If you do decide to shave, whether you're a guy or girl, you have a few different
choices. You can use a traditional razor with a shaving cream or gel or you can use
an electric razor. If you use a regular razor, make sure the blade is new and sharp
to prevent cuts and nicks. Shaving cream and gel are often a better bet than soap
because they make it easier to pull the razor against your skin. Some of the newer
razors contain shaving gel right in the blade area, making even beginners feel comfortable
Whether you're shaving your legs, armpits, or face, go slowly. These are tricky
areas of your body with lots of curves and angles, and it's easy to cut yourself if
you move too fast. An adult or older sibling can be a big help when you're learning
to shave. Don't be afraid to ask for tips.
You might want to avoid shaving your pubic hair because when it grows back in,
the skin may be irritated and itchy. Also, guys may think twice about shaving their
chests, and girls should avoid shaving their faces because the stubble that grows
back will look prickly and thicker, forcing you to shave over and over.

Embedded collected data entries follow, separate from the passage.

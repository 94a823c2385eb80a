using LunarShadow.Astronomy.Eclipses;
using LunarShadow.Astronomy.Frames;
using LunarShadow.Astronomy.Photography;
using LunarShadow.Astronomy.Shadow;
using LunarShadow.Astronomy.Sites;
using LunarShadow.Astronomy.Time;
using LunarShadow.Astronomy.Units;
using NodaTime;

namespace LunarShadow.Api.Tests.Sweep;

/// <summary>One site of the sweep, with the opening hours it asks about (if any).</summary>
internal sealed record SweepSite(string Label, Site Site, OpeningHours? Open = null);

/// <summary>The space the sweep walks: eclipses, sites and cameras.</summary>
internal static class SweepGrid
{
    public static readonly TimeScaleConverter Time = TimeScaleConverter.Default;

    /// <summary>Every eclipse (penumbral, partial, total) with greatest eclipse in 1900–2100.</summary>
    public static IReadOnlyList<LunarEclipse> Eclipses { get; } = EclipseFinder.For(ShadowModel.Danjon)
        .Between(Tt(1900, 1, 1), Tt(2101, 1, 1)).ToList();

    // Invented demo sites at real coordinates: both hemispheres, ±70° and beyond (polar day and night), the equator,
    // longitudes near ±180°, heights from 0 to 5000 m, zones with daylight saving and with half- and quarter-hour offsets,
    // horizon profiles, minimum altitudes and opening hours.
    public static IReadOnlyList<SweepSite> Sites { get; } =
    [
        At("arctic-70N", 70.0, 23.0, 10, "Europe/Oslo"),
        At("svalbard-78N", 78.2, 15.6, 20, "Arctic/Longyearbyen"),
        At("antarctic-70S", -70.0, 11.8, 1300, "Antarctica/Troll"),
        At("mcmurdo-78S", -77.85, 166.67, 20, "Antarctica/McMurdo"),
        At("equator-gabon", 0, 11.42, 0, "Africa/Libreville"),
        At("equator-andes", -0.2, -78.5, 2850, "America/Guayaquil"),
        At("fiji-179E", -17.7, 179.95, 5, "Pacific/Fiji"),
        At("tonga-179W", -21.1, -179.95, 5, "Pacific/Tongatapu"),
        At("kiritimati", 1.87, -157.4, 3, "Pacific/Kiritimati"),
        At("kathmandu", 27.7, 85.3, 1400, "Asia/Kathmandu"),
        At("adelaide", -34.9, 138.6, 50, "Australia/Adelaide", open: new OpeningHours(new LocalTime(19, 0), new LocalTime(23, 30))),
        At("chatham", -43.95, -176.55, 30, "Pacific/Chatham"),
        At("delhi", 28.6, 77.2, 215, "Asia/Kolkata"),
        At("st-johns", 47.56, -52.7, 100, "America/St_Johns"),
        At("zurich-hill", 47.3, 8.2, 550, "Europe/Zurich", open: new OpeningHours(new LocalTime(20, 0), new LocalTime(1, 0))),
        At("new-york", 40.71, -74.0, 10, "America/New_York", horizon: [(60, 8), (120, 15), (240, 4), (300, 20)]),
        At("santiago", -33.45, -70.67, 570, "America/Santiago", horizon: [(45, 6), (90, 25), (135, 10)]),
        At("mauna-kea", 19.82, -155.47, 4200, "Pacific/Honolulu"),
        At("plateau-5000m", 30.0, 90.0, 5000, "Asia/Shanghai", minAltitude: 5),
        At("cape-town", -33.9, 18.4, 20, "Africa/Johannesburg", open: new OpeningHours(new LocalTime(18, 30), new LocalTime(22, 0))),
        At("tokyo", 35.7, 139.7, 40, "Asia/Tokyo"),
        At("sydney", -33.87, 151.2, 60, "Australia/Sydney", horizon: [(0, 3), (90, 2), (180, 12), (270, 30)]),
        At("lisbon", 38.7, -9.1, 80, "Europe/Lisbon", minAltitude: 10),
        At("los-angeles", 34.05, -118.25, 90, "America/Los_Angeles", open: new OpeningHours(new LocalTime(19, 0), new LocalTime(23, 30))),
        At("moscow", 55.75, 37.6, 150, "Europe/Moscow", horizon: [(100, 10), (260, 10)]),
        At("nuuk", 64.18, -51.7, 30, "America/Nuuk"),
        At("null-island", 0, 0, 0, "UTC"),
        At("punta-arenas", -53.15, -70.9, 30, "America/Punta_Arenas"),
    ];

    /// <summary>Two camera set-ups, each tried on every mount.</summary>
    public static IReadOnlyList<Camera> Cameras { get; } =
    [
        // A full-frame body behind a 600 mm lens with a 1.4× converter.
        new(36, 24, 4.3, 600, 1.4, Mount.FixedTripod, 800, 6.3),
        // An APS-C body on a 200 mm zoom with a narrower shutter range (1/4000 to 15 s).
        new(23.5, 15.6, 3.9, 200, 1, Mount.FixedTripod, 400, 5.6, null, 1.0 / 4000, 15),
    ];

    public static IReadOnlyList<Mount> Mounts { get; } = [Mount.FixedTripod, Mount.SiderealTracking, Mount.LunarTracking];

    public static TtInstant Tt(int year, int month, int day) =>
        TtInstant.FromJulianDate(JulianDate.FromCalendar(year, month, day).Day);

    private static SweepSite At(string label, double lat, double lon, double elevation, string zone,
        (double, double)[]? horizon = null, double minAltitude = 0, OpeningHours? open = null) =>
        new(label, new Site(GeodeticLocation.FromDegrees(lat, lon, elevation), DateTimeZoneProviders.Tzdb[zone],
            horizon is null ? HorizonProfile.Flat : new HorizonProfile(horizon), Angle.FromDegrees(minAltitude), AirConditions.Standard, label), open);
}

If you're a girl and you're worried about hairs on your upper lip, step back from
the mirror and you may see that the hair everyone really sees is probably not as bad
as you think.
If you do decide you want to get rid of unwanted facial hair, research the options
and ask an adult or older sibling for advice. Many products are made for facial hair
— everything from bleach that lessens its appearance to hair removers that are
specially made for hair on the face. And some new oil-free facial moisturizers on
the market contain substances to make facial hair softer and less visible. You may
want to try one before you opt for bleaching or hair removal.
In the rare case where a girl's facial hair growth is enough to cause anxiety,
a dermatologist or skin specialist can use permanent removal techniques such as electrolysis.
In some cases, excess hair growth in girls can be a sign of a medical condition, like
polycystic ovary syndrome. If you're
a girl who is worried about hair growth, talk to your doctor.